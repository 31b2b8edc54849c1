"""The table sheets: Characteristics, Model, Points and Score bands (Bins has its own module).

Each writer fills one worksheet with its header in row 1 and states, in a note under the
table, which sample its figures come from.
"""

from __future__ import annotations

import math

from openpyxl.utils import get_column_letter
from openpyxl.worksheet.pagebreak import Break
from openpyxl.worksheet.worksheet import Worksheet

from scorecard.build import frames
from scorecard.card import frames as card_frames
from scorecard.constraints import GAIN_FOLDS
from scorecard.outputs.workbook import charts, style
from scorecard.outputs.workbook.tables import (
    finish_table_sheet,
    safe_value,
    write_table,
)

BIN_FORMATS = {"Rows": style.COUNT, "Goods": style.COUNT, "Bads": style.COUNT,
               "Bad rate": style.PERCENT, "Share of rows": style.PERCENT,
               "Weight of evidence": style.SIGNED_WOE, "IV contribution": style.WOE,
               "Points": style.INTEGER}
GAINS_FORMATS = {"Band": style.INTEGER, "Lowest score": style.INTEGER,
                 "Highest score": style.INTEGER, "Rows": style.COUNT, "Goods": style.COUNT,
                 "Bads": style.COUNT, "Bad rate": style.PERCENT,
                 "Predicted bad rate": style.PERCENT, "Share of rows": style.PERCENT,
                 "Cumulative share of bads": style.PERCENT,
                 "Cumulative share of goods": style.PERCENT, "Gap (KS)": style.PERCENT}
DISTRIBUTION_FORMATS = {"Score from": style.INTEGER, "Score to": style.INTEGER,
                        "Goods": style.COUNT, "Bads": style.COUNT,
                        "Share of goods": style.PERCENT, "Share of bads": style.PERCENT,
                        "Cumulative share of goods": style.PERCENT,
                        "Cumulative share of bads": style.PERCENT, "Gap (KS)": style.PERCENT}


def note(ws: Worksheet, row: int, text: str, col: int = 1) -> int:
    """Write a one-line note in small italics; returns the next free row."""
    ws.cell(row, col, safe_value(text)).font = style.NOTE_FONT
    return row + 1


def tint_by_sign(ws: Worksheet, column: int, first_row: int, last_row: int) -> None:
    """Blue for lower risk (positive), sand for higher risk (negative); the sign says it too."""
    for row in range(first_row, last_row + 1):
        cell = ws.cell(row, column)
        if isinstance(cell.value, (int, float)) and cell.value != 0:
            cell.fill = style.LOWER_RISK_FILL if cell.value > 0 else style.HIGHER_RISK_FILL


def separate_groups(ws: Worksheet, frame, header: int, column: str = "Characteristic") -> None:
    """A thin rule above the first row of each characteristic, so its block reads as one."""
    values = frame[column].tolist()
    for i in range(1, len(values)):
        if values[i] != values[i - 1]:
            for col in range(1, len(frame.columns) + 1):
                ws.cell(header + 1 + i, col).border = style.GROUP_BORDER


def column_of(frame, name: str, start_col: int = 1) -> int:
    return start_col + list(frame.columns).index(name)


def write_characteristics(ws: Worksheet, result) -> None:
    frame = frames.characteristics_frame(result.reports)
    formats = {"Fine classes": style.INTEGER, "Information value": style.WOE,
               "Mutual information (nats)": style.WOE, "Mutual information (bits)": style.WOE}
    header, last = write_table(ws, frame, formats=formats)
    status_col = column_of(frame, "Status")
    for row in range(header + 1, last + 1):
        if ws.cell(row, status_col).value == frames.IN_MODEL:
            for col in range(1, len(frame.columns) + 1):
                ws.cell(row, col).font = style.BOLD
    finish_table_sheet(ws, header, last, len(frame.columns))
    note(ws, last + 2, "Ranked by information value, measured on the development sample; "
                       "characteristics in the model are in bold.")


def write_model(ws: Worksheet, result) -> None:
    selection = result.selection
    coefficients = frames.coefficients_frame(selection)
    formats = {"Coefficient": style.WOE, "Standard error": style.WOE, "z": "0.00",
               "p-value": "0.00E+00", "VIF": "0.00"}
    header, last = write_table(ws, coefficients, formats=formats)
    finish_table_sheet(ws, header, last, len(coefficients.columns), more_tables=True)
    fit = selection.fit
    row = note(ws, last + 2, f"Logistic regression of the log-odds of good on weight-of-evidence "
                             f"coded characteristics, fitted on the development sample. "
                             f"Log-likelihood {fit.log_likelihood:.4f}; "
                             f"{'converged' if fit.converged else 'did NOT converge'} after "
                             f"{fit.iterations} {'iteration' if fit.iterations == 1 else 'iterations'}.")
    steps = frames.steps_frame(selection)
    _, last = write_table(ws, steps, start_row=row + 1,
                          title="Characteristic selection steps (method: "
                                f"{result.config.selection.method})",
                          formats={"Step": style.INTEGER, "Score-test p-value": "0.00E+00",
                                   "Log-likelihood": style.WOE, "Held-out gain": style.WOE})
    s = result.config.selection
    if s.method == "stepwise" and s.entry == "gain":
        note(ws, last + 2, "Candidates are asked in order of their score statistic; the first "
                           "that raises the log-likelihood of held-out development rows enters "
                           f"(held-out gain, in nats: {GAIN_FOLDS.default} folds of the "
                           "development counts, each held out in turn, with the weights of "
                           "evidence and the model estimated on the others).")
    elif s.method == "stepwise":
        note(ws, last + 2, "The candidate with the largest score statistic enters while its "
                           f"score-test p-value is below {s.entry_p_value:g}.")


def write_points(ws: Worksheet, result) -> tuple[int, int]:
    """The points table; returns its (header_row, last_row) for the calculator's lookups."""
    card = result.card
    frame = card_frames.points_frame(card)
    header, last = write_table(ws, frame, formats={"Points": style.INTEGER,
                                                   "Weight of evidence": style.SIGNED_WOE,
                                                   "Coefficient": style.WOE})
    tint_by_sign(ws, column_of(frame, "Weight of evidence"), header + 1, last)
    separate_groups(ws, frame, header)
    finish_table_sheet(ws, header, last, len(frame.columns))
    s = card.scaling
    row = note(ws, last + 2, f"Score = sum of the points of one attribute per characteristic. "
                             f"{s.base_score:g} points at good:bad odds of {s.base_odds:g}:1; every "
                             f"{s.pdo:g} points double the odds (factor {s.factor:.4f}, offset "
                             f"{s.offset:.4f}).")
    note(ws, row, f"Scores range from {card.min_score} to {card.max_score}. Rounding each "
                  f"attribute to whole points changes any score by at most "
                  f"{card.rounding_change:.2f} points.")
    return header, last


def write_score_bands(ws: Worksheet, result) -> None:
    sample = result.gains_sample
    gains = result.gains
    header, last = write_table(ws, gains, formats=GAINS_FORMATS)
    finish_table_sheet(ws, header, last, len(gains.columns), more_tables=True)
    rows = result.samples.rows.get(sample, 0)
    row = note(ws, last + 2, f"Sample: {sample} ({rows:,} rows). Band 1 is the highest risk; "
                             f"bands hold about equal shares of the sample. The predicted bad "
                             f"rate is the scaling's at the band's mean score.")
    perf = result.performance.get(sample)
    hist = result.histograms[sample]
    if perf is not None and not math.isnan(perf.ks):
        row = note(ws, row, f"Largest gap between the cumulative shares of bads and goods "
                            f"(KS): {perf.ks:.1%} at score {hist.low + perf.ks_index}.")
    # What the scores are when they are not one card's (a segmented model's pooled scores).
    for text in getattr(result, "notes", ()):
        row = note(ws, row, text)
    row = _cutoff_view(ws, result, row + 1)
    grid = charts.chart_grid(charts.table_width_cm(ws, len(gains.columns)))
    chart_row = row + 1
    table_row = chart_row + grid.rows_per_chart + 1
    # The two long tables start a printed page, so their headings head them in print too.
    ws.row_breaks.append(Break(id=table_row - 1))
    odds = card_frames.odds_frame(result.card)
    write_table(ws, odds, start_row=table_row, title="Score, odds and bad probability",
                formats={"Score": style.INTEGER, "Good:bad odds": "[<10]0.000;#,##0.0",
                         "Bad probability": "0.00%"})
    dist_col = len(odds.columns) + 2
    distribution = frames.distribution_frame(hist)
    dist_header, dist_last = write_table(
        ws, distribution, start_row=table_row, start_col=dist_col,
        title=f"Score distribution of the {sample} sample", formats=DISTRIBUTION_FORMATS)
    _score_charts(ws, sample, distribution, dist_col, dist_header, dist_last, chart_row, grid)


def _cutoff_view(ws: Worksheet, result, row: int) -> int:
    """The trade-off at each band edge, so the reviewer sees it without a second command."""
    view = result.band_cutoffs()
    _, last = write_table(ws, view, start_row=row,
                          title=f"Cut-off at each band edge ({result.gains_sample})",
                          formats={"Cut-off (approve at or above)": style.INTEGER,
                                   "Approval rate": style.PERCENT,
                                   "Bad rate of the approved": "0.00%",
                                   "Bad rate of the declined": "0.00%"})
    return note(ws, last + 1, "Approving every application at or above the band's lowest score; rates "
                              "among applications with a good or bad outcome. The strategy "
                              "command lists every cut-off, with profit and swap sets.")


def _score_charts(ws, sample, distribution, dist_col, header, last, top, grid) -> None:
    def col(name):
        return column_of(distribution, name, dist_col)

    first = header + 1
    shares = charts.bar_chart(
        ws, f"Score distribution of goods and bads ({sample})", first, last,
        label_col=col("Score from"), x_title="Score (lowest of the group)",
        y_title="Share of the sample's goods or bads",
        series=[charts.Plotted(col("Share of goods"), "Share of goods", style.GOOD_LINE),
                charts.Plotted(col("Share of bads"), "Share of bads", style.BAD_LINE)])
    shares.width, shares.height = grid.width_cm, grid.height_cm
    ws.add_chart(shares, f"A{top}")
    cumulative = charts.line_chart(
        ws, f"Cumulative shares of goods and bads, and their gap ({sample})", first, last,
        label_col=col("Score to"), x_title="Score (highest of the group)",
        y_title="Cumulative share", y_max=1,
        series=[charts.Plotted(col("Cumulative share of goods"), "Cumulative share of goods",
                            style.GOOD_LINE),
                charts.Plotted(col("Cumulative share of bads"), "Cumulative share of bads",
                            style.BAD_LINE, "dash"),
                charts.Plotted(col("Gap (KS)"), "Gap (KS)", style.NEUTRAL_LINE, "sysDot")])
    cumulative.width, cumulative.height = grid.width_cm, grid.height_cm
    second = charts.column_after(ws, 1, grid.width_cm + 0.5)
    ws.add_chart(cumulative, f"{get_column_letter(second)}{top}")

---------------

• **To do**
Show every line of the listing that includes the word "None".

• **Answer for this exercise**
def tint_by_sign(ws: Worksheet, column: int, first_row: int, last_row: int) -> None:
def separate_groups(ws: Worksheet, frame, header: int, column: str = "Characteristic") -> None:
def write_characteristics(ws: Worksheet, result) -> None:
def write_model(ws: Worksheet, result) -> None:
def write_score_bands(ws: Worksheet, result) -> None:
    if perf is not None and not math.isnan(perf.ks):
def _score_charts(ws, sample, distribution, dist_col, header, last, top, grid) -> None:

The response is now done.